◆ SUPPLIED DATA ◆
/**
 * The linker end to end on the invented gazette table (tests/helpers/gazette.ts): exact, OCR,
 * fuzzy, acronym and initials paths; NIL reasons; look-alikes told apart by context; candidate
 * lists; hostile mention texts; streaming order; path selection; the brute-force baseline.
 */
import { afterAll, beforeAll, describe, expect, it } from "vitest";
import { type Kb, openKb } from "../src/kb/kb.js";
import { createLinker, type Linker } from "../src/link/linker.js";
import { FEATURE_NAMES, type LinkRow, type Mention } from "../src/types.js";
import { UsageError } from "../src/util/errors.js";
import { buildGazetteKb, tempDir } from "./helpers/gazette.js";

let t: ReturnType<typeof tempDir>;
let kb: Kb;
let linker: Linker;

beforeAll(async () => {
  t = tempDir("hawser-linker-");
  kb = openKb((await buildGazetteKb(t.dir)).kb);
  linker = createLinker(kb);
});
afterAll(() => {
  kb.close();
  t.cleanup();
});

const m = (text: string, type?: string, extra: Partial<Mention> = {}): Mention => ({
  id: extra.id ?? `m-${text.slice(0, 20)}`,
  text,
  type,
  ...extra,
});
const codes = (r: LinkRow) => r.reasons.map((x) => x.code);
const pathsOf = (r: LinkRow, entity: string) => r.candidates.find((c) => c.entity === entity)?.paths ?? [];

describe("links with reasons", () => {
  it("links an exact canonical name, citing name-exact", () => {
    const r = linker.link(m("Josiah Hale Aldous", "PER"));
    expect(r.entity).toBe("P01");
    expect(r.name).toBe("Josiah Hale Aldous");
    expect(codes(r)[0]).toBe("linked");
    expect(codes(r)).toContain("name-exact");
    expect(pathsOf(r, "P01")).toContain("exact");
    expect(r.score).toBeGreaterThanOrEqual(0.5);
    expect(r.margin).toBeGreaterThanOrEqual(0.05);
  });

  it("links an exact alias (after dropping the honorific), citing alias-exact", () => {
    for (const text of ["Quillon Marsh", "Mr. Quillon Marsh"]) {
      const r = linker.link(m(text, "PER"));
      expect(r.entity, text).toBe("P05");
      expect(codes(r), text).toContain("alias-exact");
    }
  });

  it("links OCR-noised mentions through the ocr or fuzzy path", () => {
    const cases: Array<[string, string, string]> = [
      ["Stenrnouth", "LOC", "L01"], // rn for m
      ["Stenmoulh", "GPE", "L01"], // l for t: one edit
      ["Fort Carow", "LOC", "L03"], // a dropped letter
      ["Stenmouht Packet Company", "ORG", "O02"], // transposed letters
    ];
    for (const [text, type, gold] of cases) {
      const r = linker.link(m(text, type));
      expect(r.entity, text).toBe(gold);
      const paths = pathsOf(r, gold);
      expect(
        paths.some((p) => p === "ocr" || p === "fuzzy"),
        `${text}: ${paths.join(",")}`,
      ).toBe(true);
      expect(paths, text).not.toContain("exact");
    }
  });

  it('links the acronym "S.G.E." (and "SGE") to the Stenmouth Grain Exchange', () => {
    for (const text of ["S.G.E.", "SGE", "S. G. E."]) {
      const r = linker.link(m(text, "ORG"));
      expect(r.entity, text).toBe("O01");
      expect(pathsOf(r, "O01"), text).toContain("acronym");
      expect(codes(r), text).toContain("acronym");
    }
  });

  it("finds persons by initials and surname", () => {
    const r = linker.link(m("E. Q. Marsh", "PER"));
    expect(r.entity).toBe("P05");
    expect(pathsOf(r, "P05")).toContain("initials");
    expect(codes(r)).toContain("initials");
    // Both J. H. Aldous of the table are found by the initials path.
    const jh = linker.link(m("J. H. Aldous", "PER"));
    expect(pathsOf(jh, "P01")).toContain("initials");
    expect(pathsOf(jh, "P02")).toContain("initials");
  });

  it("tells a town from the firm named after it by the mention's label and name", () => {
    expect(linker.link(m("Stenmouth", "LOC")).entity).toBe("L01");
    expect(linker.link(m("Stenmouth Packet Co.", "ORG")).entity).toBe("O02");
    expect(linker.link(m("Stenmoor", "LOC")).entity).toBe("L02");
  });

  it("cites a type mismatch with the entry's table type, which the written row keeps", () => {
    const row = linker.link(m("Stenmouth Packet Co.", "LOC"));
    const mismatch = row.reasons.find((r) => r.code === "type-mismatch");
    expect(mismatch?.entityType).toBe("firm");
    expect(mismatch?.message).toMatch(/the entry is a firm/);
    // The row goes out as JSON: the field must be a value, not something JSON drops.
    const written = JSON.parse(JSON.stringify(row)) as LinkRow;
    expect(written.reasons.find((r) => r.code === "type-mismatch")?.entityType).toBe("firm");
  });

  it("expands place abbreviations before matching", () => {
    expect(linker.link(m("Mt. Sorrel", "LOC")).entity).toBe("L06");
    expect(linker.link(m("Pt. Ellery", "GPE")).entity).toBe("L05");
  });
});

describe("NIL with a reason", () => {
  it("gives no-candidates or below-threshold for a name the table does not hold", () => {
    for (const [text, type] of [
      ["Quentin Fairweather", "PER"],
      ["Ravensgill", "LOC"],
    ] as const) {
      const r = linker.link(m(text, type));
      expect(r.entity, text).toBeNull();
      expect(r.name).toBeNull();
      expect(["no-candidates", "below-threshold"]).toContain(codes(r)[0]);
    }
  });

  it("gives below-threshold when the threshold is out of reach", () => {
    const strict = createLinker(kb, { threshold: 1 });
    const r = strict.link(m("Stenmoulh", "LOC"));
    expect(r.entity).toBeNull();
    expect(codes(r)[0]).toBe("below-threshold");
    expect(r.candidates[0]?.entity).toBe("L01"); // still listed
  });

  it("gives ambiguous for two equally good candidates (father and son without a suffix)", () => {
    const r = linker.link(m("Tobias Pell", "PER"));
    expect(r.entity).toBeNull();
    const reason = r.reasons[0]!;
    expect(reason.code).toBe("ambiguous");
    expect([reason.best, reason.runnerUp].sort()).toEqual(["P03", "P04"]);
    expect(r.margin).toBeLessThan(0.05);
  });

  it("leaves a DATE-labeled mention NIL as not-linkable, without candidates", () => {
    const labels = createLinker(kb);
    const r = labels.link(m("Stenmouth", "DATE"));
    expect(r.entity).toBeNull();
    expect(codes(r)).toEqual(["not-linkable"]);
    expect(r.candidates).toEqual([]);
    expect(labels.link(m("12 pounds", "MONEY")).reasons[0]?.code).toBe("not-linkable");
  });
});

describe("context separates look-alikes", () => {
  const captain = "the captain brought the steam packet Wenna Belle up the upper river";
  const clerk = "the harbour board clerk entered the tonnage dues in the customs ledgers";

  it("picks the Aldous whose description the context matches", () => {
    const a = linker.link(m("Aldous", "PER", { context: captain }));
    expect(a.entity).toBe("P01");
    expect(codes(a)).toContain("context-overlap");
    const b = linker.link(m("Aldous", "PER", { context: clerk }));
    expect(b.entity).toBe("P02");
    expect(codes(b)).toContain("context-overlap");
    // The context feature is what differs.
    const pa = a.candidates.find((c) => c.entity === "P01")!.features.context;
    const qa = a.candidates.find((c) => c.entity === "P02")!.features.context;
    expect(pa).toBeGreaterThan(qa);
  });

  // With full initials the name features put both Aldous near a score of 1; the margin is taken in
  // log-odds (src/decide/decide.ts), where the context difference survives that saturation.
  it('picks the right "J. H. Aldous" when the context matches one description', () => {
    expect(linker.link(m("J. H. Aldous", "PER", { context: captain })).entity).toBe("P01");
    expect(linker.link(m("J. H. Aldous", "PER", { context: clerk })).entity).toBe("P02");
  });

  // Different generational suffixes on both sides rule out the key match (src/score/features.ts).
  it("uses the generational suffix to tell father from son", () => {
    expect(linker.link(m("Tobias Pell Jr.", "PER")).entity).toBe("P04");
    expect(linker.link(m("Tobias Pell Sr.", "PER")).entity).toBe("P03");
  });
});

describe("candidate lists", () => {
  it("hold at most `top` entries, best first, each with all 8 features in [0, 1]", () => {
    for (const top of [0, 1, 2, 3, 5]) {
      const l = createLinker(kb, { top });
      for (const text of ["Stenmouth", "Stenmoulh", "Aldous", "Port"]) {
        const r = l.link(m(text));
        expect(r.candidates.length, `${text} top ${top}`).toBeLessThanOrEqual(top);
        for (let i = 1; i < r.candidates.length; i++)
          expect(r.candidates[i - 1]!.score).toBeGreaterThanOrEqual(r.candidates[i]!.score);
        for (const c of r.candidates) {
          expect(Object.keys(c.features).sort()).toEqual([...FEATURE_NAMES].sort());
          for (const f of FEATURE_NAMES) {
            expect(c.features[f], `${text} ${c.entity} ${f}`).toBeGreaterThanOrEqual(0);
            expect(c.features[f], `${text} ${c.entity} ${f}`).toBeLessThanOrEqual(1);
          }
          expect(c.score).toBeGreaterThanOrEqual(0);
          expect(c.score).toBeLessThanOrEqual(1);
        }
      }
    }
    // The default lists 3; this mention has more than 3 candidates, so the cap is reached.
    const many = m("Stenmouth Stenmoor Fort Carrow");
    expect(linker.candidateIds(many).length).toBeGreaterThan(3);
    expect(linker.link(many).candidates).toHaveLength(3);
  });

  it("finds fewer candidates with only the exact path on a noisy mention", () => {
    const exactOnly = createLinker(kb, { paths: ["exact"] });
    for (const text of ["Stenmoulh", "Stenrnouth", "Fort Carow"]) {
      const all = linker.candidateIds(m(text, "LOC"));
      const few = exactOnly.candidateIds(m(text, "LOC"));
      expect(few.length, text).toBeLessThan(all.length);
      expect(exactOnly.link(m(text, "LOC")).entity, text).toBeNull();
    }
  });

  it("brute force (no blocking) finds the gold entity of a clean mention", () => {
    const cases: Array<[string, string, string]> = [
      ["Stenmoor", "LOC", "L02"],
      ["Ezra Quillon Marsh", "PER", "P05"],
      ["Carrow Lime Works", "ORG", "O04"],
    ];
    for (const [text, type, gold] of cases) {
      const r = linker.bruteForce(m(text, type));
      expect(r.entity, text).toBe(gold);
      expect(r.candidates[0]?.entity).toBe(gold);
    }
  });

  it("rejects bad options with a UsageError", () => {
    expect(() => createLinker(kb, { threshold: 1.5 })).toThrow(UsageError);
    expect(() => createLinker(kb, { top: -1 })).toThrow(UsageError);
    expect(() => createLinker(kb, { paths: ["exact", "telepathy" as "exact"] })).toThrow(/telepathy/);
  });
});

describe("hostile mention texts", () => {
  const hostile = [
    '"',
    '""',
    '"Stenmouth',
    "Sten*",
    "*",
    "NEAR(Stenmouth Stenmoor)",
    "NEAR(",
    "Stenmouth AND Stenmoor",
    "Stenmouth OR",
    "OR",
    "AND",
    "NOT Stenmoor",
    "^Stenmouth",
    "name:Stenmouth",
    "tokens:stenmouth",
    "(",
    ")",
    "(Stenmouth",
    "-Stenmoor",
    "+",
    "{",
    "{tokens}: Stenmouth",
    'Pell "& Sons',
    "   ",
    "...",
    "\u0000",
    "Sten\u0301mouth",
  ];

  it("never throw and give exactly one row each, also with every label", async () => {
    for (const type of [undefined, "LOC", "PER", "ORG", "MISC"]) {
      const mentions = hostile.map((text, i) => m(text, type, { id: `h${i}` }));
      const rows: LinkRow[] = [];
      for await (const r of linker.linkAll(mentions)) rows.push(r);
      expect(rows.map((r) => r.mention)).toEqual(mentions.map((x) => x.id));
      for (const r of rows) expect(Array.isArray(r.reasons) && r.reasons.length > 0).toBe(true);
      for (const x of mentions) expect(() => linker.candidateIds(x)).not.toThrow();
    }
  });

  it("quotes FTS5 operator words and syntax characters handed to the KB search", () => {
    // searchAliases takes folded single words; operator words and lone syntax characters must not
    // reach the FTS5 parser as syntax.
    const tokens = ['"', "NEAR", "near", "OR", "AND", "NOT", "*", "^", ":", "{", "}", "(", ")", "-", "+"];
    for (const tok of tokens) expect(() => kb.searchAliases([tok], 10), tok).not.toThrow();
    expect(() => kb.searchAliases(tokens, 10)).not.toThrow();
    expect(kb.searchAliases(["stenmouth"], 10).length).toBeGreaterThan(0);
  });

  it("gives one row for a 10,000-character mention", () => {
    const long = "Stenmouth ".repeat(1000);
    expect(long.length).toBe(10_000);
    const r = linker.link(m(long, "LOC"));
    expect(r.text).toBe(long);
    expect(r.mention).toBe(m(long).id);
    const r2 = linker.link(m("x".repeat(10_000)));
    expect(r2.entity).toBeNull();
  });
});

describe("a mention built in code", () => {
  it("is checked: no text, or a text or label that is not a string, is a UsageError", () => {
    for (const bad of [
      { id: "x" },
      { id: "x", text: null },
      { id: "x", text: 5 },
      { id: "x", text: "Stenmoor", type: {} },
      { id: "x", text: "Stenmoor", context: 5 },
    ]) {
      expect(() => linker.link(bad as unknown as Mention), JSON.stringify(bad)).toThrow(UsageError);
      expect(() => linker.scoreCandidates(bad as unknown as Mention), JSON.stringify(bad)).toThrow(
        UsageError,
      );
    }
  });

  it("is refused once the KB is closed, whatever lookups it needs", () => {
    const again = openKb(kb.info.file);
    const closed = createLinker(again);
    again.close();
    for (const text of ["Stenmoor", "Lumb Brothers"])
      expect(() => closed.link(m(text, "ORG")), text).toThrow(/KB is closed/);
  });
});

describe("linkAll", () => {
  it("returns one row per mention of an async generator, in input order", async () => {
    const texts = [
      "Stenmoor",
      "Quentin Fairweather",
      "S.G.E.",
      "Stenmoor",
      "1903",
      "Tobias Pell",
      "Wenna Belle",
    ];
    async function* source(): AsyncGenerator<Mention> {
      for (let i = 0; i < texts.length; i++) {
        await new Promise((r) => setTimeout(r, 1));
        yield m(texts[i]!, i === 4 ? "DATE" : undefined, { id: `g${i}`, doc: "gazette-1903-04" });
      }
    }
    const rows: LinkRow[] = [];
    for await (const r of linker.linkAll(source())) rows.push(r);
    expect(rows).toHaveLength(texts.length);
    expect(rows.map((r) => r.mention)).toEqual(texts.map((_, i) => `g${i}`));
    expect(rows.map((r) => r.text)).toEqual(texts);
    expect(rows.map((r) => r.entity)).toEqual(["L02", null, "O01", "L02", null, null, "V01"]);
    expect(rows.every((r) => r.doc === "gazette-1903-04")).toBe(true);
  });

  it("gives the rows of the document under way before passing on its source's failure", async () => {
    async function* failing(): AsyncGenerator<Mention> {
      yield m("Stenmoor", "LOC", { id: "d1", doc: "a" });
      yield m("Stenmoor", "LOC", { id: "d2", doc: "b" });
      yield m("Tobias Pell", "PER", { id: "d3", doc: "b" });
      throw new Error("bad line 4");
    }
    const rows: LinkRow[] = [];
    let error: unknown;
    try {
      for await (const r of linker.linkAll(failing())) rows.push(r);
    } catch (e) {
      error = e;
    }
    expect((error as Error).message).toBe("bad line 4");
    expect(rows.map((r) => r.mention)).toEqual(["d1", "d2", "d3"]);
  });
});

◆ WHAT IS EXPECTED ◆
Filter by the word "Tobias": copy every line of the data that holds it.

◆ SOLUTION ◆
    const r = linker.link(m("Tobias Pell", "PER"));
    expect(linker.link(m("Tobias Pell Jr.", "PER")).entity).toBe("P04");
    expect(linker.link(m("Tobias Pell Sr.", "PER")).entity).toBe("P03");
      "Tobias Pell",
      yield m("Tobias Pell", "PER", { id: "d3", doc: "b" });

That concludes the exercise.